◆ **Directions**:
Identify every line in the records below that contains the word "resolvedBy", and copy each of those lines.

◆ **Source records**:
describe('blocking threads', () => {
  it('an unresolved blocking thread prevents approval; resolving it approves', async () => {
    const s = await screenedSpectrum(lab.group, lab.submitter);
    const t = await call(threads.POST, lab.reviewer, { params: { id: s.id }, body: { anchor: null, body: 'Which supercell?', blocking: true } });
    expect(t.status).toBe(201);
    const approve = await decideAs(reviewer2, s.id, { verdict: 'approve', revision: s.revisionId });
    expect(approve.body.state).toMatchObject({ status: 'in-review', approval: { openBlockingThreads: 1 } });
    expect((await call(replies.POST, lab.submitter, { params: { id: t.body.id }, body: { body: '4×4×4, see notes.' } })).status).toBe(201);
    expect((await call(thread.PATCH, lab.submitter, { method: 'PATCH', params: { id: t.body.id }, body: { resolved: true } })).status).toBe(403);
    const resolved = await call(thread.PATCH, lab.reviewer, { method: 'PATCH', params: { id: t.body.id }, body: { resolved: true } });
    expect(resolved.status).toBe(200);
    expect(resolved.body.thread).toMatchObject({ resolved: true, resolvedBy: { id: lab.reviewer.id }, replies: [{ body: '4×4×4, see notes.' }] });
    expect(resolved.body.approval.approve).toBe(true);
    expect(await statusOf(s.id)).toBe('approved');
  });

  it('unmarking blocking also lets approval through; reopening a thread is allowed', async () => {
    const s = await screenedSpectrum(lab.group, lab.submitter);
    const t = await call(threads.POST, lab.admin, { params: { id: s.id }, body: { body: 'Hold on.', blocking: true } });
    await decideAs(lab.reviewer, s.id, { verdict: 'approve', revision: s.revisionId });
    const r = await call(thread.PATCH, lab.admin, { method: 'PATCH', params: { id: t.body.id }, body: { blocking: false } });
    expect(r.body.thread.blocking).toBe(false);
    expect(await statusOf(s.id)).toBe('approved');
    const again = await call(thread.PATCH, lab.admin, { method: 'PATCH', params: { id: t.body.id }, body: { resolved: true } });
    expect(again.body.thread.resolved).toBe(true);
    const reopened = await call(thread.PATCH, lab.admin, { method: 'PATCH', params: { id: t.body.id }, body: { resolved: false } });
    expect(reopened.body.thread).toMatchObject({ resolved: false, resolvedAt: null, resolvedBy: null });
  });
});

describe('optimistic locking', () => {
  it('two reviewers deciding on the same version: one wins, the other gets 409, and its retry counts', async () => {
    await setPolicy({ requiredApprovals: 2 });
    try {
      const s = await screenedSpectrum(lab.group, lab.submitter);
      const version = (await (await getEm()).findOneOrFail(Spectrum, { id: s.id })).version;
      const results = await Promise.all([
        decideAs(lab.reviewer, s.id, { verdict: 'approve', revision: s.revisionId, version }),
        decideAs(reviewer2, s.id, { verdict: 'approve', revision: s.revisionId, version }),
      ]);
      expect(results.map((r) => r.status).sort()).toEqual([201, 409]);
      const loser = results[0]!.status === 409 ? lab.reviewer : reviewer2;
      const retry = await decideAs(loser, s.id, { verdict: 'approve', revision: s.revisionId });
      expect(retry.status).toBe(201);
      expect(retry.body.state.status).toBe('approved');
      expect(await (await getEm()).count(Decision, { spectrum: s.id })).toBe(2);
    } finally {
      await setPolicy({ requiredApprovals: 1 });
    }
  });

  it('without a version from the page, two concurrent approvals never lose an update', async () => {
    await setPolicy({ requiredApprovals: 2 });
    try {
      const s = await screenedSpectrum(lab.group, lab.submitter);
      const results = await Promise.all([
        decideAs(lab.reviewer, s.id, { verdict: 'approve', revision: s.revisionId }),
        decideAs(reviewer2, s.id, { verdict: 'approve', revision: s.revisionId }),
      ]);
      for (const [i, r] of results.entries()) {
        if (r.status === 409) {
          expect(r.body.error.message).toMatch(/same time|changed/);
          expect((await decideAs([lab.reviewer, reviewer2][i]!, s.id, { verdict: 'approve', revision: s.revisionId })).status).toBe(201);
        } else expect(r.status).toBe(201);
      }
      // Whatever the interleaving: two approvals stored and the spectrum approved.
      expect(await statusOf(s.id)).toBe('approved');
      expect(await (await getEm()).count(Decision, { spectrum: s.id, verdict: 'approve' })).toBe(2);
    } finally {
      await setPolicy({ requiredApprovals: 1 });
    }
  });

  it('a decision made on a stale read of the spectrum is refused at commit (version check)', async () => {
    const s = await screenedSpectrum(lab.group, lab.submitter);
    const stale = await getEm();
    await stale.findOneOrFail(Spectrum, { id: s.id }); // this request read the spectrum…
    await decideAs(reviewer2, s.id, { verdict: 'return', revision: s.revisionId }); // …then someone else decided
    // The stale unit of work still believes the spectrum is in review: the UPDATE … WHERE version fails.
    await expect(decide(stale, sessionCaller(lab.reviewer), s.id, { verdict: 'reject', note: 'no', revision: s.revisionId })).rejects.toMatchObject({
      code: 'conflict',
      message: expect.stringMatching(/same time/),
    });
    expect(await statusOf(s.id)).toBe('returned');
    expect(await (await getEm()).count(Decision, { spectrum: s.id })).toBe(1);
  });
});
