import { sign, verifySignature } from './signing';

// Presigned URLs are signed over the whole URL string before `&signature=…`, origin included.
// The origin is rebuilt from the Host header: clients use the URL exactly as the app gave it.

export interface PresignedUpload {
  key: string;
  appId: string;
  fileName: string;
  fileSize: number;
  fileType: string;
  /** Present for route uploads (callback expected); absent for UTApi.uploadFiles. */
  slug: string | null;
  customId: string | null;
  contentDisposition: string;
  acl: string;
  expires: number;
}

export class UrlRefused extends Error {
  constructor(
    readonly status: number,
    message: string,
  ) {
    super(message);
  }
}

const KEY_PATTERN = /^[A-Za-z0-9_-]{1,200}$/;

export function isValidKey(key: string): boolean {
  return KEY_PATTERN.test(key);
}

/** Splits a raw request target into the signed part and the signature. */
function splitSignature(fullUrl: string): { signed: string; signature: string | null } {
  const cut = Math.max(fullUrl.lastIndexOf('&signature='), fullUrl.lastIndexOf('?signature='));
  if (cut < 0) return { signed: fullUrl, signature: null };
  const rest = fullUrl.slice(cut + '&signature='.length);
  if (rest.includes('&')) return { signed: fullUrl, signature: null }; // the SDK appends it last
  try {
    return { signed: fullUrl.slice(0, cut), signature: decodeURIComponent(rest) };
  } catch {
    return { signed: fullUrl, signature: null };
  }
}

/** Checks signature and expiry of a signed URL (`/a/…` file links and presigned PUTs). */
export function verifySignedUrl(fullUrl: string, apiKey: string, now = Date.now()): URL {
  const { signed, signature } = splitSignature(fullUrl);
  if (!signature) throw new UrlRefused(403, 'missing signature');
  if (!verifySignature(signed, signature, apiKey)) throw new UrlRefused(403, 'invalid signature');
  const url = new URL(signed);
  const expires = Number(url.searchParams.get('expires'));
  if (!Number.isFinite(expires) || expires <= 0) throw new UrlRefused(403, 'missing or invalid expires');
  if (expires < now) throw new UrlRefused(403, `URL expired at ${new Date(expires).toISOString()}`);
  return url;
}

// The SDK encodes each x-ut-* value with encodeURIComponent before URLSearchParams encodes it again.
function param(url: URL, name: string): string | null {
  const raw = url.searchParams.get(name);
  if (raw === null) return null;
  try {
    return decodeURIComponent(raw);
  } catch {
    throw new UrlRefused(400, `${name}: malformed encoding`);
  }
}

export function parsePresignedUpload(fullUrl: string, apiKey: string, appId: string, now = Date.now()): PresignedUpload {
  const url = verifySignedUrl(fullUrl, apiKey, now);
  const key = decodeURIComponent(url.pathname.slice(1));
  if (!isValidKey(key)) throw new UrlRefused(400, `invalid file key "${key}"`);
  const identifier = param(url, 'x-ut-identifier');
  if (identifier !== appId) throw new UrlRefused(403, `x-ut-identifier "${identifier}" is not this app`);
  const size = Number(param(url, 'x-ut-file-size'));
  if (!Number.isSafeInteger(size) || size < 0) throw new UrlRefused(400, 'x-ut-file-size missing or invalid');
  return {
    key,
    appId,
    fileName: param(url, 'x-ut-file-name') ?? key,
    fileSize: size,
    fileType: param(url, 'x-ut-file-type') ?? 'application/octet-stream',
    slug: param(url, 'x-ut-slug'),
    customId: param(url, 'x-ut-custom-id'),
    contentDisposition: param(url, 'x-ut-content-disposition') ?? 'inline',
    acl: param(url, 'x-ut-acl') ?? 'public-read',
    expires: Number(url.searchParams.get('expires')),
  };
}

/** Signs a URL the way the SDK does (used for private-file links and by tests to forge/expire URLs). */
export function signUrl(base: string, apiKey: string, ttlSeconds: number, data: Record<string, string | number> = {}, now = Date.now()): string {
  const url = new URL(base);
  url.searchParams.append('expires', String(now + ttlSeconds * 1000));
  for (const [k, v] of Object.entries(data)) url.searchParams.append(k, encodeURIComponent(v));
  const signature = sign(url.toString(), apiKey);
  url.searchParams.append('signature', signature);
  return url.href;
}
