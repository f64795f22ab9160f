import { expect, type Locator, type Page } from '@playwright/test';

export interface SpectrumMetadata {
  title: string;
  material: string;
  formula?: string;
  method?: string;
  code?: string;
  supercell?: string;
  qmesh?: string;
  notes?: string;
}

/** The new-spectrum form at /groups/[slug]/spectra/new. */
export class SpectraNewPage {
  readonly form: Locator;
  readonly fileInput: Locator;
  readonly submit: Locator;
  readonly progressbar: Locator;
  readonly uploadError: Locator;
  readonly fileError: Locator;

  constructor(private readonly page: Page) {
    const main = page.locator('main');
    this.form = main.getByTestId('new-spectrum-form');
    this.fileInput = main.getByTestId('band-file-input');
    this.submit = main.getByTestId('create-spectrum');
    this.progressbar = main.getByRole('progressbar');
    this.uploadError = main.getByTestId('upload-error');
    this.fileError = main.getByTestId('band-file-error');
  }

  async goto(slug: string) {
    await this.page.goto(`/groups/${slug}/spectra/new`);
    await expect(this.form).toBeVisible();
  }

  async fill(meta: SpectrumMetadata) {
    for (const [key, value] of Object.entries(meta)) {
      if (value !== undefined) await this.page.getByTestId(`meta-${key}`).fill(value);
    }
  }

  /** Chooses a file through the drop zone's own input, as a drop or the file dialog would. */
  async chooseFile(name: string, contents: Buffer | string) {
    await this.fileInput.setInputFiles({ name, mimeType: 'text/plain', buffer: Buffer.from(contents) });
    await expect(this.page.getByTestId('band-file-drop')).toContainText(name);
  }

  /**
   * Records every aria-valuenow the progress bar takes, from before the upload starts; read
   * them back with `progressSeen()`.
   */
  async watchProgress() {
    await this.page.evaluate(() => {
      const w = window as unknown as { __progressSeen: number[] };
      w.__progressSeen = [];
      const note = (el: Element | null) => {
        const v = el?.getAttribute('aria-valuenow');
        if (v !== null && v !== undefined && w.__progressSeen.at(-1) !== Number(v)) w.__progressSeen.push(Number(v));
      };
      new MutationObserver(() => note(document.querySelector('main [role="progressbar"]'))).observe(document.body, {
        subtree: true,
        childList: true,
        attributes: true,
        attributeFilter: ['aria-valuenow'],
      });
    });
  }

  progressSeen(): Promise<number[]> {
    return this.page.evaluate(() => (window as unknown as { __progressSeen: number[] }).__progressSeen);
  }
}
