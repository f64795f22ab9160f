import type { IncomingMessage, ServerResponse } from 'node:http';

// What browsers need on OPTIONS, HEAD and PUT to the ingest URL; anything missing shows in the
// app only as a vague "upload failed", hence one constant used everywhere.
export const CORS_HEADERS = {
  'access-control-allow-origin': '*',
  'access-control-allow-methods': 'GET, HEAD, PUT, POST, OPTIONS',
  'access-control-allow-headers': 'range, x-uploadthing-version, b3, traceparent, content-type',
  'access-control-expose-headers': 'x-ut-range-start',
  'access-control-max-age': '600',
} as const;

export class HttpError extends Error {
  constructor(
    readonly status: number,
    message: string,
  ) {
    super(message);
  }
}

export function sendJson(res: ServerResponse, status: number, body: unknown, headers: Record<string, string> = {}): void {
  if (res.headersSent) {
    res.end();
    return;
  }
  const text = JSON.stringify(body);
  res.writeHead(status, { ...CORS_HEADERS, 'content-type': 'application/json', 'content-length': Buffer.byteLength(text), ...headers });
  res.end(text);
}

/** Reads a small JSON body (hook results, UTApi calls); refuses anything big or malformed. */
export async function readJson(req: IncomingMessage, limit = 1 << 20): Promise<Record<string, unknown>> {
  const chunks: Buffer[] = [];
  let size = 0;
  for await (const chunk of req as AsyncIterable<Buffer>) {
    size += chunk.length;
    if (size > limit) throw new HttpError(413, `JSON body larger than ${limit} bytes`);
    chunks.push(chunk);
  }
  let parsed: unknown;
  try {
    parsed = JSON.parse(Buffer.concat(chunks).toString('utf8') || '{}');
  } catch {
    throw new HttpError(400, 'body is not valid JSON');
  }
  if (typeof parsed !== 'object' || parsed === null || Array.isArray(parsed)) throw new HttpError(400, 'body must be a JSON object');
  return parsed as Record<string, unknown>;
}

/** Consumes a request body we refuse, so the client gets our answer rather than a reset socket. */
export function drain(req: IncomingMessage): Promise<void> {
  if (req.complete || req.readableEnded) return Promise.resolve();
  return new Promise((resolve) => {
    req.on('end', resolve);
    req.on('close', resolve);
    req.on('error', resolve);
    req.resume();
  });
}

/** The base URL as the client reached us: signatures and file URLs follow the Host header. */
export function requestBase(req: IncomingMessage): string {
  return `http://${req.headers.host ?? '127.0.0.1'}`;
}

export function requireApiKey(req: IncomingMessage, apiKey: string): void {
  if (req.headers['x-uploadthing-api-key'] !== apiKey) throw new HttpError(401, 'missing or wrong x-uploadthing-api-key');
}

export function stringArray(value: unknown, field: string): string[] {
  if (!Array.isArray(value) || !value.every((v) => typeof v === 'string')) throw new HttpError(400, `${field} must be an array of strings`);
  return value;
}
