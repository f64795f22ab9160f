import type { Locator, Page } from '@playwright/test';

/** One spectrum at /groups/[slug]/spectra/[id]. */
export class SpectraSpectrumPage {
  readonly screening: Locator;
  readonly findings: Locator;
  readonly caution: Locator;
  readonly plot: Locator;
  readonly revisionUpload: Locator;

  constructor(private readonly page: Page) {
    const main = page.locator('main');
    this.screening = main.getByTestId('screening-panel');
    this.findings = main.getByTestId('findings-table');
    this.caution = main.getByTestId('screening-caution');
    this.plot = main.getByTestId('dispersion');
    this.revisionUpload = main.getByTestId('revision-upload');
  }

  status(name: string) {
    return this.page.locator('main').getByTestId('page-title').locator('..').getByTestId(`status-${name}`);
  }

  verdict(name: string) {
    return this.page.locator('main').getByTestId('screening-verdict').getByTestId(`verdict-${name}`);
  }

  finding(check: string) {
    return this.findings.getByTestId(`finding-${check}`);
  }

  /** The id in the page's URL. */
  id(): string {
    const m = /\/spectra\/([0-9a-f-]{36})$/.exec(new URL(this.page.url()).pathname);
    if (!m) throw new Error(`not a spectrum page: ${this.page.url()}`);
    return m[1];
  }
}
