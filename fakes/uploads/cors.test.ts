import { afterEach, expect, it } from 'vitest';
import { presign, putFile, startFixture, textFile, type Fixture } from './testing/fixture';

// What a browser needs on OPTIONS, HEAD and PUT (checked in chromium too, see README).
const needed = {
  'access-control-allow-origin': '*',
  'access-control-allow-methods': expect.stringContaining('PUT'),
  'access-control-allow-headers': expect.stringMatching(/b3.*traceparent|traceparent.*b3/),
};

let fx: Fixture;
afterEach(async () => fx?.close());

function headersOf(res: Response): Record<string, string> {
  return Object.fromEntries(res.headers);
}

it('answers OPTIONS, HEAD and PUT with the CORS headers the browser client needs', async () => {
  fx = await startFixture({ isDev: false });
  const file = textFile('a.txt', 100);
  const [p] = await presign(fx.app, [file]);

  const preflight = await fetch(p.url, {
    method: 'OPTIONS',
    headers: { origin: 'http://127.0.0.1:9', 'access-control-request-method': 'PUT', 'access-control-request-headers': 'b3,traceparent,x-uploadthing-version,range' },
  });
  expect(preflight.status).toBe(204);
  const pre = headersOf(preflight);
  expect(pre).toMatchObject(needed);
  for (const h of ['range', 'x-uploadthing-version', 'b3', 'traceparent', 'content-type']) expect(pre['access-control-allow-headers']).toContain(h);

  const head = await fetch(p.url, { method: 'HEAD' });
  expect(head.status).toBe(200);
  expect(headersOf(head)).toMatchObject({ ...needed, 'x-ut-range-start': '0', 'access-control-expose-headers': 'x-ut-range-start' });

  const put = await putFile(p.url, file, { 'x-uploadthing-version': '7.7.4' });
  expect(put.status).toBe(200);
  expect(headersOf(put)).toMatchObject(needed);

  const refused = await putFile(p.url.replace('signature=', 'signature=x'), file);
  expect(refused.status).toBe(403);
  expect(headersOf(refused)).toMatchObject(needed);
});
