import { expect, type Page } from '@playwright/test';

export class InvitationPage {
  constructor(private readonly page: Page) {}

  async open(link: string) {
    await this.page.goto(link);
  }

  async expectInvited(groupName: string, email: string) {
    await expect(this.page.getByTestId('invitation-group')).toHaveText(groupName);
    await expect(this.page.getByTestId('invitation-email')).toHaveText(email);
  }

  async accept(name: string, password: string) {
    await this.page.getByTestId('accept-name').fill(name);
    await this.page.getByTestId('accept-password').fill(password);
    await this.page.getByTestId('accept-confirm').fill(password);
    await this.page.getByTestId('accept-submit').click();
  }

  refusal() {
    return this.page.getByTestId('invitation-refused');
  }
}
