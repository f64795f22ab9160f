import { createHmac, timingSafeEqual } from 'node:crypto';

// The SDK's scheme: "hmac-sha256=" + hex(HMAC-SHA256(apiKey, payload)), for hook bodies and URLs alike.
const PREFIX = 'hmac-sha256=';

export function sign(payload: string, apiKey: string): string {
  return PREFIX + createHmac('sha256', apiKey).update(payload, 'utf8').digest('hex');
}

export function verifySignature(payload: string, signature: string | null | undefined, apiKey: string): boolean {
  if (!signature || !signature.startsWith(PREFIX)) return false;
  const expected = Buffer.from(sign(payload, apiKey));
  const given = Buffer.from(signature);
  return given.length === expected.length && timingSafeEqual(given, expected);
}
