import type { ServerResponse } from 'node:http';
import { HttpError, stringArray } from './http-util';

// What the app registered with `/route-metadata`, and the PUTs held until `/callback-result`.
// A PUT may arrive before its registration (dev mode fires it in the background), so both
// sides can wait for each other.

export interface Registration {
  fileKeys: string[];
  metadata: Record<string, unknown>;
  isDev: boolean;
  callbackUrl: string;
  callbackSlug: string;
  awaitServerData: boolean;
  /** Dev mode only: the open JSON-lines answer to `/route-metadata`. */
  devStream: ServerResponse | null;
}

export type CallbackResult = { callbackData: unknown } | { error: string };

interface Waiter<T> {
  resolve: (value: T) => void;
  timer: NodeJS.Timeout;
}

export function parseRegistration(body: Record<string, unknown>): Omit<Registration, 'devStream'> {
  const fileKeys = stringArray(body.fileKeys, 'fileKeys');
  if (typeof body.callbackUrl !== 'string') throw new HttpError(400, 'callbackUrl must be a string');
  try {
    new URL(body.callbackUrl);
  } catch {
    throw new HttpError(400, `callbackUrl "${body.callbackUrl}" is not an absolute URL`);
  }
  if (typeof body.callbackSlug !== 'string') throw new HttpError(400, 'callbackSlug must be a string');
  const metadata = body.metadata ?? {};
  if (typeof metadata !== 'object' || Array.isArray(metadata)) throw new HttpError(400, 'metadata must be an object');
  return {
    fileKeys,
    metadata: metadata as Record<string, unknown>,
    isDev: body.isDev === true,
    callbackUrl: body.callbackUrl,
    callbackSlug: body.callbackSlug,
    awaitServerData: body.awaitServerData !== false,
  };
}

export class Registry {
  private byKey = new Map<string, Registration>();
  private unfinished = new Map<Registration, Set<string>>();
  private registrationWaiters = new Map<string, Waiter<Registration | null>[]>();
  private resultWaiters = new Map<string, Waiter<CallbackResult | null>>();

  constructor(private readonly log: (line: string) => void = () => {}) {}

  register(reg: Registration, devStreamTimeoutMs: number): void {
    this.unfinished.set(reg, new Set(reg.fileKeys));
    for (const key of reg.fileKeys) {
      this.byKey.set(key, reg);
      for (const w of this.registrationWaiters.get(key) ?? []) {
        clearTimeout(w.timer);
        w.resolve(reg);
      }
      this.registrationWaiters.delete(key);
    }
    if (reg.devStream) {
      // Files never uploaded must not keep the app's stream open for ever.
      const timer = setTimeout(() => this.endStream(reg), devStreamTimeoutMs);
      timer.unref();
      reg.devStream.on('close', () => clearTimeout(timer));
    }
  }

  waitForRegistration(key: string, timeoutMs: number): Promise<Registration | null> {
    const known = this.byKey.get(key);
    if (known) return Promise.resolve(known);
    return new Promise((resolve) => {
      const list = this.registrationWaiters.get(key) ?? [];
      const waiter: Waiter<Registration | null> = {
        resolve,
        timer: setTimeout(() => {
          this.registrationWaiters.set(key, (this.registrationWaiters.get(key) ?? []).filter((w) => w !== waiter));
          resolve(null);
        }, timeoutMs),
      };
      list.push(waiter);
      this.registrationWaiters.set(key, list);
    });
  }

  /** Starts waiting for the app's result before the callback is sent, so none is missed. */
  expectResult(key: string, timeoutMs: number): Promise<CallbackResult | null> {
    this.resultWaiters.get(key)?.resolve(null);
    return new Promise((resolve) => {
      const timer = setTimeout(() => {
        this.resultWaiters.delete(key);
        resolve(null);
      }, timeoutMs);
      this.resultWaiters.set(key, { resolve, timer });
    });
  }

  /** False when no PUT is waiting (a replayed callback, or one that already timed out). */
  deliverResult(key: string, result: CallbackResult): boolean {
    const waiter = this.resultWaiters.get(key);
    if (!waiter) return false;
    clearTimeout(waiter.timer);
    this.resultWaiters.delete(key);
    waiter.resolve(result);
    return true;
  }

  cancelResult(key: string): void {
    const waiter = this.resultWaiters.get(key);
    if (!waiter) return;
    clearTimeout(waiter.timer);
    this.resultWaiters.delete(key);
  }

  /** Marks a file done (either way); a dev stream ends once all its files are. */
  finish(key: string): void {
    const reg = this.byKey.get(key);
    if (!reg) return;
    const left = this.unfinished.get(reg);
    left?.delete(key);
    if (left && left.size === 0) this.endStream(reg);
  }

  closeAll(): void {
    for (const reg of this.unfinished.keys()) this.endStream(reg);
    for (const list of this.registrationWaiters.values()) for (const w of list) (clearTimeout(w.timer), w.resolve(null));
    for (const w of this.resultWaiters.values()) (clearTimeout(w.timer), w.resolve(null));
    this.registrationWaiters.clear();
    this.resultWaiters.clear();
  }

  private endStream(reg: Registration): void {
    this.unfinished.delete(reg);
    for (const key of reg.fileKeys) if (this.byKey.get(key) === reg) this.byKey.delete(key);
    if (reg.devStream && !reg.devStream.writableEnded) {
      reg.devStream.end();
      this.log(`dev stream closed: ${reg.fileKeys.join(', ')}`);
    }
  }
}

◆ **Your response**:
    expect(resolved.body.thread).toMatchObject({ resolved: true, resolvedBy: { id: lab.reviewer.id }, replies: [{ body: '4×4×4, see notes.' }] });
    expect(reopened.body.thread).toMatchObject({ resolved: false, resolvedAt: null, resolvedBy: null });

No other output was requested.